All chemical reagents and anhydrous solvents for synthesis were purchased from commercial suppliers (Sigma-Aldrich, Fluka and Acros) and were used without further purification or distillation. C-176 and C-178 were either purchased (Vitas-M laboratory STK016322 and ChemBridge 5747493) or synthesized. The composition of mixed solvents is given by the volume ratio (v/v). 1H and 13C nuclear magnetic resonance spectra were recorded on a Bruker DPX 400 (400 MHz for 1H, 100 MHz for 13C, respectively) or Bruker AVANCE III 400 Nanobay (400 MHz for 1H, 100 MHz for 13C, respectively) with chemical shifts (δ) reported in p.p.m. relative to the solvent residual signals of DMSO-d6 (2.50 p.p.m. for 1H, 39.52 p.p.m. for 13C). Coupling constants are reported in Hz. LC-MS was performed on a Shimadzu MS2020 connected to a Nexerra UHPLC system equipped with a Waters ACQUITY UPLC BEH C18 1.7-μm, 2.1 × 50-mm column. Buffer A was 0.05% HCOOH in H2O, and buffer B was 0.05% HCOOH in acetonitrile.
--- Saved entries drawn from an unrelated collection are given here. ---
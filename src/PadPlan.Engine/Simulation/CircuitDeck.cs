using System.Globalization;
using PadPlan.Import;
using PadPlan.Model;
using PadPlan.Model.Spice;

namespace PadPlan.Simulation;

/// <summary>
/// The deck PadPlan runs for the operating point, written from the parsed model only: every node name is generated here
/// (ground nets are 0, other nets n1, n2, ... in name order), parts with an imported SPICE line keep its element name and
/// value, parts without one get a generic model (<see cref="DeviceModels"/>), supplies on wire landings become DC
/// sources, and a 0 V sense source in series with each lead of resistors, diodes and transistors gives its current.
/// The deck ends with `.options rshunt` (a 1 TΩ resistor from every node to ground, so a node that only capacitors or
/// an open lead reach still has a solution) and `.op`. Every line is an entry of a <see cref="SpiceDeck"/>, the validated
/// deck writer: checked words only, carried lines parsed and written back, no control block ever.
/// </summary>
public sealed class CircuitDeck
{
    /// <summary>Resistance from every node to ground that makes floating nodes solvable (Ω). At 1 TΩ it moves a node fed through 1 MΩ by 1 µV per volt.</summary>
    public const double Shunt = 1e12;

    private CircuitDeck(SpiceDeck deck, IReadOnlyDictionary<string, string> nodes, IReadOnlyList<Sense> senses, IReadOnlyList<(string Source, string Plus, string Minus, string Label)> supplies, IReadOnlyList<string> unmodelled)
    {
        Deck = deck;
        Text = deck.Text;
        Nodes = nodes;
        Senses = senses;
        Supplies = supplies;
        Unmodelled = unmodelled;
    }

    /// <summary>One sense source: its name and the part lead whose current it carries (into the part).</summary>
    public sealed record Sense(string Source, string Ref, string Pin);

    public SpiceDeck Deck { get; }
    public string Text { get; }
    /// <summary>Project net name to deck node.</summary>
    public IReadOnlyDictionary<string, string> Nodes { get; }
    public IReadOnlyList<Sense> Senses { get; }
    /// <summary>Voltage sources that feed the board: source name (lower case), the nets of its + and - ends, and what a builder calls it.</summary>
    public IReadOnlyList<(string Source, string Plus, string Minus, string Label)> Supplies { get; }
    /// <summary>Parts that touch a net but have no model: the operating point would be wrong without them.</summary>
    public IReadOnlyList<string> Unmodelled { get; }

    /// <summary>The deck of the powered circuit; unpowered, every independent source is left off (the board on the bench with its supply and signal wires removed).</summary>
    public static CircuitDeck Of(Project project, bool powered = true)
    {
        var kinds = project.Parts.ToDictionary(p => p.Ref, p => PartKinds.Of(p, project.FindFootprint(p.Footprint)), StringComparer.Ordinal);
        var nodes = NodeNames(project);
        var body = new List<DeckEntry>();
        var models = new SortedDictionary<string, DeviceModels.Model>(StringComparer.Ordinal);
        var senses = new List<Sense>();
        var senseLines = new List<DeckEntry>();
        var supplies = new List<(string, string, string, string)>();
        var unmodelled = new List<string>();
        var record = project.Imported ?? ImportRecord.Empty;

        string NetNode(string net) => nodes.TryGetValue(net, out var n) ? n : NetNames.IsGround(net) ? "0" : nodes[net] = $"x{nodes.Count + 1}";
        string LeadNode(Part part, string pin, bool sensed)
        {
            var net = NetNode(part.NetOf(pin) ?? $"open {part.Ref} {pin}");
            if (!sensed) return net;
            var source = $"vpp_s{senses.Count + 1}";
            var inner = $"pp_s{senses.Count + 1}";
            senses.Add(new Sense(source, part.Ref, pin));
            senseLines.Add(new DeckElement(source, [net, inner], ["0"]));
            return inner;
        }
        bool Sensed(string reference) => kinds.TryGetValue(reference, out var k) && k is PartKind.Resistor or PartKind.Diode or PartKind.Led or PartKind.Bjt or PartKind.Jfet or PartKind.Mosfet or PartKind.Trimmer;

        body.AddRange(record.DeckLines.Select(l => new DeckCarried(l)));
        var written = new HashSet<string>(StringComparer.Ordinal);
        foreach (var e in record.Elements)
        {
            var letter = char.ToUpperInvariant(e.Name[0]);
            if (e.Ref is null && e.Nodes.Count == 0)
            {
                if (letter == 'K') body.Add(new DeckElement(e.Name, [], ElementWords.Words(e.Tail)));
                continue;
            }
            if (e.Ref is null && letter is 'V' or 'I') continue; // a wire on the board: the importer joined its nets
            // at power-up only the supplies are connected: a signal source (an antenna, a generator) or an output port is not
            if (letter is 'V' or 'I' && (!powered || !Supply(project, e))) continue;
            var part = e.Ref is null ? null : project.FindPart(e.Ref);
            if (part is not null) written.Add(part.Ref);
            var sensed = part is not null && Sensed(part.Ref);
            var list = e.Nodes.Select(n => part is not null && n.Pin is not null ? LeadNode(part, n.Pin, sensed) : NetNode(n.Net)).ToList();
            body.Add(new DeckElement(e.Name, list, ElementWords.Of(e, part)));
            if (letter == 'V' && list.Count >= 2 && part is not null) supplies.Add((e.Name.ToLowerInvariant(), e.Nodes[0].Net, e.Nodes[1].Net, $"{e.Name} (landing {part.Ref})"));
        }

        foreach (var part in project.Parts.Where(p => !written.Contains(p.Ref)).OrderBy(p => p.Ref, NaturalOrder.Comparer))
        {
            var kind = kinds[part.Ref];
            var lines = PartLines(part, kind, pin => LeadNode(part, pin, Sensed(part.Ref)), models);
            if (lines.Count > 0) body.AddRange(lines);
            else if (!Silent(kind) && part.Pins.Select(p => p.Net).Distinct().Count() > 1) unmodelled.Add(part.Ref);
        }

        // supplies of a text netlist: a stated power-rail voltage on a wire landing
        var fed = new HashSet<string>(supplies.Select(s => s.Item2), StringComparer.Ordinal);
        foreach (var landing in project.Parts.Where(p => kinds[p.Ref] == PartKind.Landing && !written.Contains(p.Ref)).OrderBy(p => p.Ref, NaturalOrder.Comparer))
            foreach (var pin in landing.Pins)
            {
                var net = project.FindNet(pin.Net);
                if (!powered || net is null || net.Ground || net.Voltage is not { } volts || net.VoltageEstimated || net.Class is not (NetClass.Power or NetClass.Hv) || !fed.Add(net.Name)) continue;
                var name = $"vpp_supply{supplies.Count + 1}";
                body.Add(new DeckElement(name, [NetNode(net.Name), "0"], ["DC", Num(volts)]));
                supplies.Add((name, net.Name, NetNames.Ground, $"landing {landing.Ref}"));
            }

        var entries = new List<DeckEntry> { new DeckComment("written by padplan from the parsed project: nodes n1.. are nets, 0 is ground; vpp_s sources sense lead currents") };
        foreach (var model in models.Values)
        {
            entries.Add(new DeckComment(model.Note));
            entries.Add(new DeckCarried(CarriedLine.Parse(model.Line)));
        }
        entries.AddRange(body);
        entries.AddRange(senseLines);
        entries.Add(DeckCommand.Option("rshunt", Shunt));
        entries.Add(DeckCommand.OperatingPoint);
        var deck = new SpiceDeck($"operating point of {project.Name}", entries.ToValueList());
        return new CircuitDeck(deck, nodes, senses, supplies, unmodelled);
    }

    // A source that feeds the board: its + node's net is a power or high-voltage rail, or has a stated voltage and is no signal input.
    private static bool Supply(Project project, SpiceElement e)
    {
        if (e.Nodes.Count < 2 || project.FindNet(e.Nodes[0].Net) is not { Ground: false } net || net.Role == SignalRole.Input) return false;
        return net.Class is NetClass.Power or NetClass.Hv || net.Voltage is not null && !net.VoltageEstimated;
    }

    /// <summary>
    /// This deck with a meter's diode-test source between two nets: 3 V open-circuit behind 2.4 kΩ (about 1.2 mA into a
    /// short), + on the first net. The reading is V(first) - V(second). Common practice for handheld meters, no source.
    /// </summary>
    public string WithDiodeTest(string plusNet, string minusNet)
    {
        string Node(string net) => Nodes.TryGetValue(net, out var n) ? n : "0";
        var entries = Deck.Entries.ToList();
        entries.InsertRange(entries.FindIndex(e => e is DeckCommand),
            [new DeckElement("vpp_meter", ["pp_meter", Node(minusNet)], ["DC", "3"]), new DeckElement("rpp_meter", ["pp_meter", Node(plusNet)], ["2400"])]);
        return (Deck with { Entries = entries.ToValueList() }).Text;
    }

    // Parts that are open at DC (capacitors, crystals, trimmer capacitors) need no line; landings are wires off the board.
    private static bool Silent(PartKind kind) => kind is PartKind.Capacitor or PartKind.TrimmerCap or PartKind.Crystal or PartKind.Landing;

    private static List<DeckEntry> PartLines(Part part, PartKind kind, Func<string, string> node, SortedDictionary<string, DeviceModels.Model> models)
    {
        string Use(DeviceModels.Model m) { models[m.Name] = m; return m.Name; }
        string? Pin(params string[] names) => part.Pins.Select(p => p.Pin).FirstOrDefault(p => names.Any(n => n.Equals(p, StringComparison.OrdinalIgnoreCase)));
        DeckElement E(string letter, string suffix, IEnumerable<string> nodes, params string[] words) => new($"{letter}pp_{Safe(part.Ref)}{suffix}", nodes, words);
        var value = PartValue.Read(part, kind);
        var two = part.Pins.Count == 2 ? new[] { part.Pins[0].Pin, part.Pins[1].Pin } : null;
        switch (kind)
        {
            case PartKind.Resistor or PartKind.Inductor when two is not null && value is { Number: > 0 } v:
                return [E(kind == PartKind.Resistor ? "R" : "L", "", two.Select(node), Num(v.Number))];
            case PartKind.FerriteBead or PartKind.Fuse when two is not null:
                return [E("R", "", two.Select(node), "0.01")];
            case PartKind.Trimmer when part.Pins.Count == 3 && value is { Number: > 0 } v:
                // taken at mid-travel: half the track each side of the wiper (pin 2)
                return [E("R", "a", [node(part.Pins[0].Pin), node(part.Pins[1].Pin)], Num(v.Number / 2)), E("R", "b", [node(part.Pins[1].Pin), node(part.Pins[2].Pin)], Num(v.Number / 2))];
            case PartKind.Trimmer when two is not null && value is { Number: > 0 } v:
                return [E("R", "", two.Select(node), Num(v.Number / 2))];
            case PartKind.Diode or PartKind.Led when two is not null && DeviceModels.ForDiode(part, kind) is { } m:
                var a = Pin("A", "anode", "+") ?? two[0];
                var k = two.First(p => p != a);
                return [E("D", "", [node(a), node(k)], Use(m))];
            case PartKind.Bjt when Pin("C") is { } c && Pin("B") is { } b && Pin("E") is { } e:
                return [E("Q", "", [node(c), node(b), node(e)], Use(DeviceModels.ForTransistor(part, kind)))];
            case PartKind.Jfet when Pin("D") is { } d && Pin("G") is { } g && Pin("S") is { } s:
                return [E("J", "", [node(d), node(g), node(s)], Use(DeviceModels.ForTransistor(part, kind)))];
            case PartKind.Mosfet when Pin("D") is { } d && Pin("G") is { } g && Pin("S") is { } s:
                var source = node(s);
                var bulk = Pin("B") is { } bk ? node(bk) : source;
                return [E("M", "", [node(d), node(g), source, bulk], Use(DeviceModels.ForTransistor(part, kind)))];
            case PartKind.Transformer when part.Pins.Count >= 2:
                // windings at DC: a few tenths of an ohm between the wire ends of each winding (pins 1-2, 3-4, ...; a
                // three-ended part is one tapped winding 1-2-3), the usual wiring of the library's toroids
                var pins = part.Pins.Select(p => p.Pin).ToList();
                var pairs = pins.Count == 3 ? [(0, 1), (1, 2)] : Enumerable.Range(0, pins.Count / 2).Select(i => (2 * i, 2 * i + 1)).ToList();
                return pairs.Select((x, i) => (DeckEntry)E("R", $"w{i + 1}", [node(pins[x.Item1]), node(pins[x.Item2])], "0.2")).ToList();
            default:
                return [];
        }
    }

    private static Dictionary<string, string> NodeNames(Project project)
    {
        var nodes = new Dictionary<string, string>(StringComparer.Ordinal);
        var i = 0;
        foreach (var net in project.Nets.OrderBy(n => n.Name, StringComparer.Ordinal))
            nodes[net.Name] = net.Ground || NetNames.IsGround(net.Name) ? "0" : $"n{++i}";
        foreach (var net in project.Parts.SelectMany(p => p.Pins).Select(p => p.Net).Distinct(StringComparer.Ordinal).Order(StringComparer.Ordinal))
            if (!nodes.ContainsKey(net)) nodes[net] = NetNames.IsGround(net) ? "0" : $"n{++i}";
        return nodes;
    }

    // Element names made from a reference: letters and digits only.
    private static string Safe(string reference) => new(reference.Select(c => char.IsAsciiLetterOrDigit(c) ? char.ToLowerInvariant(c) : '_').ToArray());

    internal static string Num(double x) => ElementWords.Plain(x);
}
Analytical gradient was from 10% to 90% buffer B within 6.0 min with flow of 0.5 ml min−1. For details of the chemical synthesis, see Supplementary Information.

Statistical analysis

Prism software (Graphpad Software) was used to perform statistical tests and to generate graphs. Data are presented as mean ± s.e.m. or s.d. and P values were calculated as detailed in the corresponding legends. No statistical methods were used to predetermine sample sizes. Sample sizes were instead determined on the basis of previous experimental experience or based on general practices in the field. Replicates are biological replicates. For the in vivo studies, mice were randomly allocated to groups. For histological analysis of tissues, experimenters were blinded to the experimental conditions.

Reporting summary

Further information on experimental design is available in the Nature Research Reporting Summary linked to this paper.

Data availability

RNA sequencing data have been deposited in the Gene Expression Omnibus (GEO) under the accession code GSE113933. Full scans for all western blots and in-gel fluorescence images are provided. Source Data for animal experiments from Figs 4, 5g–i and Extended Data Figs. 6b–g, 7b–d and 10c are shown in Supplementary Table 1. All other data are available from the corresponding author on reasonable request.